Tant que je peux utiliser le français dans une entreprise française constituée à 90% de francophones, la question ne se pose quasiment plus pour moi.
Peut-être qu’un jour le personnel de l’entreprise devra s’internationaliser, soit avec des bureaux dans d’autre pays, soit par un rachat. On prévoit ça comme un avenir souhaitable pour la croissance mais est-ce que ça va vraiment arriver ? À quelle échéance ? Est-ce qu’handicaper l’entreprise en attendant est vraiment un bon investissement ?

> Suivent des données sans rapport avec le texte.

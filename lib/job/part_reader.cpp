// SPDX-License-Identifier: MIT
#include "job_reader.hpp"

#include <bismar/mechanics/section.hpp>
#include <bismar/quantity/parse.hpp>

#include <algorithm>
#include <set>
#include <utility>

namespace bismar::detail {

namespace {

using Kind = JsonValue::Kind;

std::vector<std::string_view> sorted(const std::set<std::string_view>& words) {
  return {words.begin(), words.end()};
}

}  // namespace

void JobReader::collect_words() {
  const Catalogue& catalogue = job_.catalogue;
  std::set<std::string_view> classes;
  std::set<std::string_view> processes;
  std::set<std::string_view> forms;
  std::set<std::string_view> media;
  for (std::size_t i = 0; i < catalogue.materials.size(); ++i) {
    const MaterialInfo& info = catalogue.materials.info(i);
    words_.materials.push_back(info.id);
    classes.insert(info.material_class);
    processes.insert(info.processes.begin(), info.processes.end());
    forms.insert(info.forms.begin(), info.forms.end());
    for (const auto& [medium, rating] : info.corrosion) {
      media.insert(medium);
    }
  }
  for (const Finish& finish : catalogue.finishes) {
    words_.finishes.push_back(finish.id);
    for (const auto& [medium, rating] : finish.corrosion_after) {
      media.insert(medium);
    }
  }
  if (job_.catalogue.find_finish("none") == nullptr) {
    words_.finishes.push_back("none");  // a bare part needs no table
  }
  for (const Route& route : catalogue.routes) {
    if (route.kind == RouteKind::primary) {
      words_.routes.push_back(route.id);
    }
  }
  for (const Operation& operation : catalogue.operations) {
    words_.operations.push_back(operation.id);
  }
  for (const StockList& list : catalogue.stock) {
    if (!list.sheet) {
      words_.stock.push_back(list.id);
    }
  }
  words_.classes = sorted(classes);
  words_.processes = sorted(processes);
  words_.forms = sorted(forms);
  words_.media = sorted(media);
}

void JobReader::read_parts(const JsonValue* value) {
  if (value == nullptr || !value->is(Kind::list)) {
    return;
  }
  collect_words();
  for (std::size_t i = 0; i < value->items.size(); ++i) {
    const JsonValue& item = value->items[i];
    if (!item.is(Kind::object)) {
      continue;
    }
    Part part = read_part(item);
    const bool repeated = std::any_of(job_.parts.begin(), job_.parts.end(), [&](const Part& other) {
      return other.name == part.name;
    });
    if (const JsonValue* name = get(item, "name"); name != nullptr && repeated) {
      checker_.add(Code::duplicate,
                   *name,
                   part.name,
                   "a name of its own",
                   "another part is called \"" + part.name + "\" too. Give each its own name.");
    }
    job_.parts.push_back(std::move(part));
  }
}

Part JobReader::read_part(const JsonValue& value) {
  Part part;
  part.name = text(value, "name").value_or("");
  set(part.quantity, value, "quantity", QuantityKind::count);
  set(part.batch, value, "batch", QuantityKind::count);
  const JsonValue* whole = value.find("quantity");
  const bool quantity_is_known = whole == nullptr || checker_.good(*whole);
  if (const JsonValue* batch = get(value, "batch"); batch != nullptr && quantity_is_known &&
                                                    part.batch.has_value() &&
                                                    *part.batch > part.quantity) {
    checker_.add(Code::conflict,
                 *batch,
                 shown(*batch),
                 "at most the quantity",
                 "the batch is larger than the quantity. Leave it out to make all at once.");
  }
  if (const JsonValue* member = get(value, "member"); member != nullptr) {
    read_member(*member, part.body);
  }
  if (const JsonValue* limits = get(value, "limits"); limits != nullptr) {
    read_limits(*limits, part.limits);
  }
  if (get(value, "finishes") != nullptr) {
    part.finishes = names(value, "finishes", "finish", words_.finishes);
  }
  read_operations(get(value, "operations"), part);
  if (const JsonValue* climate = get(value, "service_class"); climate != nullptr) {
    part.service_class = climate->number == 2.0 ? ServiceClass::two : ServiceClass::one;
  }
  return part;
}

void JobReader::read_limits(const JsonValue& value, Limits& limits) {
  set(limits.deflection, value, "deflection", QuantityKind::length);
  set(limits.shear_deflection, value, "shear_deflection");
  set(limits.rotation, value, "rotation", QuantityKind::angle);
  set(limits.twist, value, "twist", QuantityKind::angle);
  set(limits.frequency, value, "frequency", QuantityKind::frequency);
  set(limits.elongation, value, "elongation", QuantityKind::length);
  set(limits.height, value, "height", QuantityKind::length);
  set(limits.width, value, "width", QuantityKind::length);
  set(limits.wall, value, "wall", QuantityKind::length);
  set(limits.slenderness, value, "slenderness", QuantityKind::ratio);
  if (const std::optional<std::string> method = text(value, "column_method")) {
    limits.column_method = *method == "euler"     ? ColumnMethod::euler
                           : *method == "johnson" ? ColumnMethod::johnson
                                                  : ColumnMethod::curves;
  }
  set(limits.lateral_restraint, value, "lateral_restraint");
  set(limits.mass, value, "mass", QuantityKind::mass);
  set(limits.cost, value, "cost", QuantityKind::money);
  limits.routes = names(value, "routes", "primary route", words_.routes);
  limits.forbidden_routes = names(value, "forbidden_routes", "primary route", words_.routes);
  limits.processes = names(value, "processes", "process of a material", words_.processes);
  limits.forms = names(value, "forms", "form of a material", words_.forms);
  limits.classes = names(value, "classes", "material class", words_.classes);
  limits.materials = names(value, "materials", "material", words_.materials);
  Words materials_and_classes = words_.classes;
  materials_and_classes.insert(
      materials_and_classes.end(), words_.materials.begin(), words_.materials.end());
  limits.forbidden_materials =
      names(value, "forbidden_materials", "material or material class", materials_and_classes);
  if (const JsonValue* list = get(value, "properties"); list != nullptr) {
    for (const JsonValue& item : list->items) {
      read_property_limit(item, limits);
    }
  }
  if (const JsonValue* medium = get(value, "medium"); medium != nullptr) {
    if (tables_read_ &&
        std::find(words_.media.begin(), words_.media.end(), medium->text) == words_.media.end()) {
      checker_.add_unknown(*medium, "medium for which the tables have ratings", words_.media);
    }
    limits.medium = medium->text;
  }
  if (const std::optional<std::string> rating = text(value, "corrosion_at_least")) {
    limits.corrosion_at_least = *rating == "good"   ? Rating::good
                                : *rating == "fair" ? Rating::fair
                                                    : Rating::poor;
    if (value.find("medium") == nullptr) {
      const JsonValue& bound = *value.find("corrosion_at_least");
      checker_.add(Code::missing,
                   bound,
                   bound.text,
                   "a medium beside it",
                   "a rating needs its \"medium\", such as \"fresh water\".");
    }
  }
  set(limits.temperature, value, "temperature", QuantityKind::temperature);
  set(limits.allow_brittle, value, "allow_brittle");
  set(limits.allow_hard, value, "allow_hard");
}

void JobReader::read_property_limit(const JsonValue& value, Limits& limits) {
  const std::optional<std::string> name =
      value.is(Kind::object) ? text(value, "property") : std::nullopt;
  if (!name.has_value()) {
    return;
  }
  // Own columns are named with their unit, "hardness HV [1]"; a limit names the part in front.
  Words words;
  for (const PropertyInfo& known : properties()) {
    words.push_back(known.name);
  }
  const std::vector<std::string> extras = job_.catalogue.materials.extra_names();
  std::optional<std::string> unit;
  for (const std::string& extra : extras) {
    const Header header = split_header(extra);
    words.push_back(extra);
    if (extra == *name || header.name == *name) {
      unit = header.unit.value_or("");
    }
  }
  if (const std::optional<Property> known = property(*name)) {
    unit = std::string(bismar::info(*known).unit);
  }
  if (!unit.has_value()) {
    if (tables_read_) {
      checker_.add_unknown(*value.find("property"), "property", words);
    }
    return;
  }
  PropertyLimit limit;
  limit.property = *name;
  if (const JsonValue* bound = get(value, "at_least"); bound != nullptr) {
    limit.at_least = property_value(*bound, *unit);
  }
  if (const JsonValue* bound = get(value, "at_most"); bound != nullptr) {
    limit.at_most = property_value(*bound, *unit);
  }
  if (value.find("at_least") == nullptr && value.find("at_most") == nullptr) {
    checker_.add(Code::missing,
                 value,
                 "",
                 "at_least or at_most",
                 "the limit has no bound. Give \"at_least\", \"at_most\" or both.");
  }
  if (limit.at_least.has_value() && limit.at_most.has_value() && *limit.at_least > *limit.at_most) {
    checker_.add(Code::conflict,
                 value,
                 *name,
                 "at_least not above at_most",
                 "\"at_least\" is above \"at_most\": no material can hold both.");
  }
  limits.properties.push_back(std::move(limit));
}

/// A bound in the dimension of the property; a temperature may be written in degC.
std::optional<double> JobReader::property_value(const JsonValue& value, const std::string& unit) {
  try {
    const Unit own = parse_unit(unit.empty() ? "1" : unit, &job_.rates);
    if (value.is(Kind::number)) {
      if (own.bases != 0) {
        checker_.add(Code::unit_missing,
                     value,
                     value.text,
                     "a text with a unit such as " + unit,
                     "the number " + value.text + " has no unit. Write it as a text with a unit " +
                         "such as " + unit + '.');
        return std::nullopt;
      }
      return value.number;
    }
    return own.role == TemperatureRole::absolute
               ? parse_quantity(value.text, QuantityKind::temperature)
               : parse_quantity(value.text, own.dimension, &job_.rates);
  } catch (const Error& error) {
    checker_.append(error, value);
    return std::nullopt;
  }
}

void JobReader::read_operations(const JsonValue* value, Part& part) {
  if (value == nullptr) {
    return;
  }
  for (const JsonValue& item : value->items) {
    if (!item.is(Kind::object)) {
      continue;
    }
    OperationUse use;
    const JsonValue* name = get(item, "operation");
    if (name == nullptr) {
      continue;
    }
    use.operation = name->text;
    if (tables_read_ && job_.catalogue.find_operation(use.operation) == nullptr) {
      checker_.add_unknown(*name, "operation of the catalogue", words_.operations);
    }
    set(use.units, item, "units", QuantityKind::ratio);
    part.operations.push_back(std::move(use));
  }
}

}  // namespace bismar::detail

On parle souvent de dette technique. Passer à l’anglais trop tôt, est pour moi une vrai dette, majeure. Il est possible que l’investissement soit pertinent. Dans les cas que j’ai rencontré, c’était surtout une erreur.
J’ajouterai : Attention aux décisions prises par l’égo et par l’aspiration à faire ce qu’on pense que les autres font ou devraient faire. C’est un vrai facteur de mauvaises pratiques.
Plutôt que sélectionner mes recrutement en fonction du niveau en anglais, je préfère filtrer pour éviter les personnes qui mettent trop d’égo dans leurs choix et interactions.